About this exercise:
Exactly as they appear, copy the lines from the start of the entries below to the line containing "checked against central", both ends included.

[Stored data]
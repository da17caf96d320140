"""`mpiexec -n K shardtrain train SHARD_DIR --transport mpi`: the same run as over pipes.

Sources of truth: the single-process reference trainer (`shardtrain.train.reference`, itself
checked against central finite differences and the GCN paper's setup) and the pipes run of
the same shard directory (`coordinator.train_partitioned`). In float64 with dropout on,
every epoch's loss and the final weights must agree to a relative 1e-9 (docs/design.md §1.7); the
measured payload must equal the survey's prediction, and every (pair, layer, direction) row
of the traffic account must be the pipes run's, byte for byte.

Failures must end the job, never hang: too many ranks for the shards, a rank that stops
answering, a rank that is killed. `python tests/test_mpi_train.py FAULT ARGS...` is the
per-rank program of the fault tests (the CLI with one rank made to fail).
"""
from __future__ import annotations

import csv
import json
import os
import sys
import time
from pathlib import Path

import numpy as np
import pytest
from helpers import launch_mpi, mpiexec

pytestmark = pytest.mark.mpi      # every test here starts mpiexec

RTOL = 1e-9
SETTINGS_ARGS = ["--layers", "3", "--hidden", "8", "--dropout", "0.5", "--epochs", "3",
                 "--seed", "7", "--dtype", "float64", "--bias"]


def _settings():
    from shardtrain.train.settings import TrainSettings
    return TrainSettings(layers=3, hidden=8, dropout=0.5, epochs=3, seed=7, dtype="float64",
                         bias=True)


@pytest.fixture(scope="module")
def graph():
    from helpers import depot_graph
    return depot_graph(n=300)


@pytest.fixture(scope="module")
def reference(graph):
    from shardtrain.train.reference import train_reference
    return train_reference(graph, _settings())


def _shard_dir(graph, k: int, folder: Path) -> Path:
    from shardtrain.plan.partition import partition
    from shardtrain.plan.shards import build_shards, save_shards

    out = folder / f"shards-{k}"
    # random assignment: every pair of workers shares a halo, in both directions
    assignment = partition(graph, "random", k, seed=0)
    save_shards(out, build_shards(graph, assignment, k),
                meta={"method": "random", "seed": 0, "num_classes": graph.num_classes,
                      "input_dim": graph.input_dim})
    return out


@pytest.fixture(scope="module")
def shard_dirs(graph, tmp_path_factory):
    folder = tmp_path_factory.mktemp("mpi-shards")
    return {k: _shard_dir(graph, k, folder) for k in (2, 3)}


def _close(a, b) -> bool:
    return bool(np.allclose(a, b, rtol=RTOL, atol=0))


@pytest.mark.parametrize("k", [2, 3])
def test_mpi_run_equals_pipes_run_and_reference(k, shard_dirs, reference, tmp_path):
    from shardtrain.train import model
    from shardtrain.train.coordinator import train_partitioned

    mpiexec()
    out = {"json": tmp_path / "run.json", "weights": tmp_path / "w.npz",
           "predictions": tmp_path / "pred.csv"}
    proc, _ = launch_mpi(k, ["-m", "shardtrain", "train", str(shard_dirs[k]), "--transport", "mpi",
                          *SETTINGS_ARGS, "--quiet", *[a for key, path in out.items()
                                                      for a in (f"--{key}", str(path))]])
    assert proc.returncode == 0, proc.stderr[-3000:]
    doc = json.loads(out["json"].read_text())
    pipes = train_partitioned(shard_dirs[k], _settings(), timeout_s=30)

    # every epoch's loss: MPI == pipes == reference (relative 1e-9)
    losses = [e["loss"] for e in doc["epochs"]]
    assert len(losses) == 3
    assert _close(losses, [e["loss"] for e in pipes.epochs])
    assert _close(losses, [e["loss"] for e in reference.epochs])
    for key in ("train_acc", "val_acc", "test_acc"):
        assert [e[key] for e in doc["epochs"]] == [e[key] for e in pipes.epochs]

    # final weights, from the --weights file
    with np.load(out["weights"], allow_pickle=False) as w:
        got = {name: w[name] for name in w.files}
    for want in (model.params_to_arrays(pipes.params), model.params_to_arrays(reference.params)):
        assert sorted(got) == sorted(want)
        for name in want:
            assert _close(got[name], want[name]), name

    # predictions: one row per vertex, the pipes run's classes
    rows = list(csv.reader(out["predictions"].read_text().splitlines()))
    assert rows[0] == ["vertex", "predicted", "label"] and len(rows) == 301
    assert [int(r[1]) for r in rows[1:]] == pipes.predictions.tolist()

    # traffic: measured payload == the survey's prediction, row by row as over pipes
    t = doc["traffic"]
    assert t["measured_payload_bytes"] == t["predicted_payload_bytes"] > 0
    assert t["breakdown_matches"] and t["sender_receiver_consistent"]
    assert json.loads(json.dumps(pipes.traffic["breakdown"])) == t["breakdown"]
    for key in ("measured_payload_bytes", "measured_framing_bytes", "frames",
                "halo_payload_bytes", "allreduce_payload_bytes"):
        assert t[key] == pipes.traffic[key], key
    assert json.loads(json.dumps(pipes.traffic["by_layer_direction"])) == \
        t["by_layer_direction"]

    # the per-rank rows of the pipes run: same keys, same byte counts
    assert [w["worker"] for w in doc["workers"]] == list(range(k))
    for got_row, want_row in zip(doc["workers"], pipes.workers):
        assert set(got_row) == set(want_row)
        assert (got_row["bytes_sent"], got_row["bytes_received"]) == \
            (want_row["bytes_sent"], want_row["bytes_received"])
        assert got_row["compute_s"] > 0 and got_row["peak_rss_bytes"] > 0
    assert doc["transport"] == "mpi" and doc["mode"] == "partitioned"
    assert not list(tmp_path.glob(".*tmp*"))


def test_more_ranks_than_shards_is_one_line_and_exit_2(shard_dirs, tmp_path):
    proc, seconds = launch_mpi(3, ["-m", "shardtrain", "train", str(shard_dirs[2]),
                                "--transport", "mpi", *SETTINGS_ARGS, "--quiet",
                                "--json", str(tmp_path / "run.json")])
    assert proc.returncode == 2, proc.stderr
    lines = proc.stderr.strip().splitlines()
    assert len(lines) == 1, proc.stderr
    assert "holds 2 shards" in lines[0] and "3 ranks" in lines[0] and "mpiexec -n 2" in lines[0]
    assert "Traceback" not in proc.stderr
    assert not list(tmp_path.iterdir())             # nothing written


def test_mpi_transport_needs_a_shard_directory(graph, tmp_path):
    path = tmp_path / "g.npz"
    np.savez(path, edges=np.zeros((0, 2), np.int64), num_vertices=np.int64(3))
    proc, _ = launch_mpi(2, ["-m", "shardtrain", "train", str(path), "--transport", "mpi",
                          "--quiet"])
    assert proc.returncode == 2
    lines = proc.stderr.strip().splitlines()
    assert len(lines) == 1 and "--transport mpi" in lines[0] and "shard directory" in lines[0]


@pytest.mark.slow
@pytest.mark.parametrize("fault, code, needle", [
    # rank 1 stops answering in epoch 2: its peers miss the 2 s deadline and end the job
    ("hang", 3, "timed out after 2 s waiting for worker 1"),
    # rank 1 is killed in epoch 2: the MPI launcher ends the job and says so
    ("kill", None, "killed"),
])
def test_a_failing_rank_ends_the_job(fault, code, needle, shard_dirs):
    proc, seconds = launch_mpi(3, [__file__, fault, "train", str(shard_dirs[3]), "--transport",
                                "mpi", *SETTINGS_ARGS, "--quiet", "--timeout", "2"])
    assert proc.returncode == code if code is not None else proc.returncode != 0, proc.stderr
    assert needle in (proc.stderr + proc.stdout).lower(), proc.stderr
    assert seconds < 30


# ---------------------------------------------------------------- per-rank fault program

def _fault_main(fault: str, argv: list[str]) -> int:
    """The CLI, with rank 1 made to hang or die at the start of epoch 2."""
    import signal

    from mpi4py import MPI

    from shardtrain.cli import main
    from shardtrain.train import model

    if MPI.COMM_WORLD.Get_rank() == 1:
        step = model.train_step
        calls = [0]

        def failing_step(*args, **kw):
            calls[0] += 1
            if calls[0] == 2:
                if fault == "hang":
                    time.sleep(3600)
                os.kill(os.getpid(), signal.SIGKILL)
            return step(*args, **kw)
        model.train_step = failing_step
    return main(argv)


if __name__ == "__main__":
    sys.exit(_fault_main(sys.argv[1], sys.argv[2:]))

Solution to this exercise:
repository da17caf96d320140
"""`mpiexec -n K shardtrain train SHARD_DIR --transport mpi`: the same run as over pipes.

Sources of truth: the single-process reference trainer (`shardtrain.train.reference`, itself
checked against central finite differences and the GCN paper's setup) and the pipes run of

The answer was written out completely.